Updated throughout the day with quick takes from staff.
Ed. note: Yeah, so this is my bad. Large intended for this to be posted yesterday, but I was too busy not working. They're still relevant and enjoyable today nonetheless.
Another note on the celeb scene at the fight – when Michael Buffer read out the list to the crowd, pretty decent list of famous mofos too, the loudest roar by far was provoked by the presence of Stallone. That surprised me. For myself, they can keep their Rockys and their Axel Foleys and their erstwhile Mr. Agassis. Alexis Arguello was there, and thus it was a royal occasion.
Nicole Scherzinger of The Pussycat Dolls sang the Natty A and let me tell you something – the wackness was thick. Girlfriend had all her bootyliciousness stuffed into an unflattering dress about four sizes too small (a somewhat overweight journalist to my left muttered, “see, what I do is I just wear bigger clothes”) and had her quite possibly man-made cleavage heavily oiled and then proceeded to take about six minutes getting us to the home of the brave. In the meantime, there were histrionics. Fingers were wagged. By the end I didn’t know if I was saluting my country or getting ready to do le freak by the fire on a rug made of panther-fur.

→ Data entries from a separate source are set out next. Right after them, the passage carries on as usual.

"""Complex discs: a midpoint and a radius, for long chains of products.

The complex balls of python-flint are rectangles, and a product turns a rectangle, so that its
new sides hold more than it did: up to half a bit is lost in every factor (R. E. Moore,
"Interval Analysis", 1966, calls this wrapping). A disc that is turned stays a disc; over
100,000 factors its relative radius grows by their number alone.
"""

from __future__ import annotations

from typing import Any


class Disc:
    """All complex numbers within `radius` of `middle`; arithmetic rounds outwards.

    `middle` is an exact ball, `radius` a real ball, of which the upper end counts.
    """

    __slots__ = ("_size", "middle", "radius")

    def __init__(self, ball: Any, radius: Any = 0) -> None:
        self.middle = ball.mid()
        self.radius = radius + ball.rad()
        self._size: Any = None

    @property
    def size(self) -> Any:
        """|middle|, worked out when a product asks for it: a root is what costs most."""
        if self._size is None:
            self._size = abs(self.middle)
        return self._size

    def __neg__(self) -> Disc:
        return Disc(-self.middle, self.radius)

    def __add__(self, other: Disc) -> Disc:
        return Disc(self.middle + other.middle, self.radius + other.radius)

    def __sub__(self, other: Disc) -> Disc:
        return Disc(self.middle - other.middle, self.radius + other.radius)

    def __mul__(self, other: Disc) -> Disc:
        spread = self.size * other.radius + self.radius * (other.size + other.radius)
        return Disc(self.middle * other.middle, spread)

    def __rtruediv__(self, one: float) -> Disc:
        """1/disc: no farther from 1/middle than radius/(|middle|·(|middle| - radius))."""
        least = self.size - self.radius
        if not least > 0:
            return Disc(self.middle / 0)
        return Disc(one / self.middle, one * self.radius / (self.size * least))

    def ball(self) -> Any:
        """A rectangle around the disc."""
        from flint import acb, arb

        reach = arb(0, self.radius.abs_upper())
        return self.middle + acb(reach, reach)
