"""Work on all cores, by threads that live only as long as the call.

NumPy lets other threads run while it computes, so threads pay where single calls are long, as
on batches of matrices. Nothing is started on import, no process is forked, and an interrupt
stops after the piece at hand.
"""

from __future__ import annotations

import os
from collections.abc import Callable, Sequence
from typing import TypeVar

Item = TypeVar("Item")
Result = TypeVar("Result")


def cores() -> int:
    """Cores that this process may use."""
    if hasattr(os, "sched_getaffinity"):
        return len(os.sched_getaffinity(0))
    return os.cpu_count() or 1


def spread(work: Callable[[Item], Result], items: Sequence[Item]) -> list[Result]:
    """The results of `work` in the order of the items; in threads where there are several."""
    workers = min(cores(), len(items))
    if workers < 2:
        return [work(item) for item in items]
    from concurrent.futures import ThreadPoolExecutor

    pool = ThreadPoolExecutor(workers)
    try:
        return list(pool.map(work, items))
    finally:
        pool.shutdown(cancel_futures=True)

Stevie Forbes coming into “Sweet Dreams Are Made of This” was the ill mcdill. Most righteous choice and a high score for unpredictable style. In contrast, Oscar coming into the mariachi brigade was weak, although his Houston Dynamo-inspired orange-and-black robe was pretty dope on the whole (check it out here). But even with shouting distance of East L.A., the guy trying to pull the hardcore Mexican thing is ridiculous. What with his wife and his training camp in San Juan, he’s more Puerto Rican at this point. When they were playing the Mexican national anthem (which was strange in its own right in a fight between two 100% American fighters), someone behind me yelled, “is the Boricuan anthem next?” Exactly.
This post originally appeared on the Sporting Blog. For more, see The Sporting Blog Archives.
Comments
I think Stevie Forbes should have come into the ring with “Why Can’t We Be Friends” – because that shiz was nothing more than a sparring session. All it proved was that Oscar is old and rusty and he let a blown up lightweight go 12 rounds with him. 10 years ago he blows him away or at least wears him out by the 8th round. Oscar does not have that extra “domination” gear to set him apart anymore. He’s a smart talented fighter but I’m so not looking forward to his rematch with Money May. It’s going to be easy money for Money May. I tivo’d the fight so I only saw Nicole Scherzinger’s act in fast forward. Overstuffed dress or not – the girl is fine.